Wait, other penguins have previously been knighted in non-Norwegian armies? Is
there an Order of Penguin Knights out there?

> Edit: ok this takes the cake, especially temporary demotion:
> [http://en.wikipedia.org/wiki/William_Windsor_(goat)](http://en.wikipedia.org/wiki/William_Windsor_\(goat\))

The reasons for temporary demotion are hilarious:

> [D]espite being ordered to keep in line, he refused to obey. He failed to
> keep in step,[16] and tried to headbutt a drummer. […]

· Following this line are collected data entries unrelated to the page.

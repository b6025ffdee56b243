import { getFormProps, getInputProps, useForm } from '@conform-to/react'
import { parseWithZod } from '@conform-to/zod/v4'
import { APIError } from 'better-auth/api'
import { data, Form, redirect, useNavigation, useSearchParams } from 'react-router'
import { z } from 'zod'
import type { Route } from './+types/sign-in'
import { auth } from '#app/.server/auth.ts'
import { resolveActor } from '#app/.server/context.ts'
import { Field, FormErrors } from '#app/components/forms.tsx'
import { Button } from '#app/components/ui/button.tsx'
import { safeRedirectPath } from '#app/utils/redirect.ts'

const SignInSchema = z.object({
	email: z.email({ message: 'Enter the e-mail address of your account' }).max(254).trim().toLowerCase(),
	password: z.string({ message: 'Enter your password' }).min(1, 'Enter your password').max(200),
	redirectTo: z.string().max(2000).optional(),
})

export async function loader({ request }: Route.LoaderArgs) {
	const actor = await resolveActor(request)
	if (actor) throw redirect(safeRedirectPath(new URL(request.url).searchParams.get('redirectTo')))
	return null
}

export async function action({ request }: Route.ActionArgs) {
	const formData = await request.formData()
	const submission = parseWithZod(formData, { schema: SignInSchema })
	if (submission.status !== 'success') {
		return data({ result: submission.reply({ hideFields: ['password'] }) }, { status: 400 })
	}
	const { email, password, redirectTo } = submission.value
	try {
		const { headers } = await auth().api.signInEmail({
			body: { email, password },
			headers: request.headers,
			returnHeaders: true,
		})
		return redirect(safeRedirectPath(redirectTo), { headers })
	} catch (error) {
		if (!(error instanceof APIError)) throw error
		if (error.body?.code === 'RATE_LIMITED') {
			// Too many attempts from this address or for this e-mail (app/.server/security/sign-in-limits.ts).
			const retryAfter = String(Number(error.body.retryAfterSeconds) || 60)
			return data(
				{
					result: submission.reply({
						formErrors: [error.body.message ?? 'Too many sign-in attempts.'],
						hideFields: ['password'],
					}),
				},
				{ status: 429, headers: { 'Retry-After': retryAfter } },
			)
		}
		const blocked = error.body?.code === 'ACCOUNT_BLOCKED'
		const message = blocked
			? (error.body?.message ?? 'This account cannot sign in.')
			: 'The e-mail or the password is not right. Repeated failures lock the account for a while.'
		return data(
			{ result: submission.reply({ formErrors: [message], hideFields: ['password'] }) },
			{ status: blocked ? 403 : 401 },
		)
	}
}

/** A refused attempt's Retry-After reaches the page's response too, next to what the root sets (its cookies). */
export function headers({ actionHeaders, parentHeaders }: Route.HeadersArgs) {
	const headers = new Headers(parentHeaders)
	const retryAfter = actionHeaders.get('Retry-After')
	if (retryAfter) headers.set('Retry-After', retryAfter)
	return headers
}

export default function SignIn({ actionData }: Route.ComponentProps) {
	const [searchParams] = useSearchParams()
	const navigation = useNavigation()
	const [form, fields] = useForm({
		lastResult: actionData?.result,
		onValidate: ({ formData }) => parseWithZod(formData, { schema: SignInSchema }),
		shouldValidate: 'onSubmit',
		shouldRevalidate: 'onInput',
	})
	return (
		<main className="flex min-h-screen items-center justify-center px-4">
			<div className="w-full max-w-sm">
				<div className="mb-8 text-center">
					<img src="/favicon.svg" alt="" className="mx-auto h-10 w-10" />
					<h1 className="mt-3 text-2xl font-bold">Bandproof</h1>
					<p className="text-ink-soft mt-1 text-sm">Identity-test dossiers with spectral evidence</p>
				</div>
				<Form
					method="post"
					{...getFormProps(form)}
					className="bg-sheet border-rule space-y-4 rounded-lg border p-6 shadow-sm"
				>
					<h2 className="text-lg font-bold">Sign in</h2>
					<FormErrors id={form.errorId} errors={form.errors} />
					<input type="hidden" name="redirectTo" value={searchParams.get('redirectTo') ?? ''} />
					<Field
						label="E-mail"
						errors={fields.email.errors}
						inputProps={{
							...getInputProps(fields.email, { type: 'email' }),
							autoComplete: 'username',
							autoFocus: true,
						}}
					/>
					<Field
						label="Password"
						errors={fields.password.errors}
						inputProps={{ ...getInputProps(fields.password, { type: 'password' }), autoComplete: 'current-password' }}
					/>
					<Button type="submit" className="w-full" disabled={navigation.state === 'submitting'}>
						{navigation.state === 'submitting' ? 'Signing in…' : 'Sign in'}
					</Button>
				</Form>
				<p className="text-ink-faint mt-6 text-center text-xs">
					Accounts are personal and are created by your administrator. Never share your password: your sign-in is your
					electronic signature.
				</p>
			</div>
		</main>
	)
}

export function meta() {
	return [{ title: 'Sign in · Bandproof' }]
}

> Billy was charged with "unacceptable behaviour", "lack of decorum" and
> "disobeying a direct order", and had to appear before his commanding
> officer, Lieutenant-Colonel Huw James. Following a disciplinary hearing, he
> was demoted to fusilier.

As were the consequences:

> The change meant that _other fusiliers in the regiment no longer had to
> stand to attention when Billy walked past_ , as they had to when he was a
> lance corporal.

edit:

the end paragraph about other goat troubles in the british army is mind-
blowing in its britishness:

> At one time a royal goat was "prostituted" by being offered for stud
> services by the regiment's serving goat major to a Wrexham goat breeder.
> First charged with lèse majesté, the goat major was ultimately court-
> martialled under the lesser charge of "disrespect to an officer" and reduced
> in rank. The goat major claimed he did it out of compassion for the goat,
> but this failed to impress the court.

> Another royal fusilier goat earned the nickname "the rebel", after he butted
> a colonel while he was stooped over fixing his uniform's trouser-strap. The
> incident was described as a "disgraceful act of insubordination."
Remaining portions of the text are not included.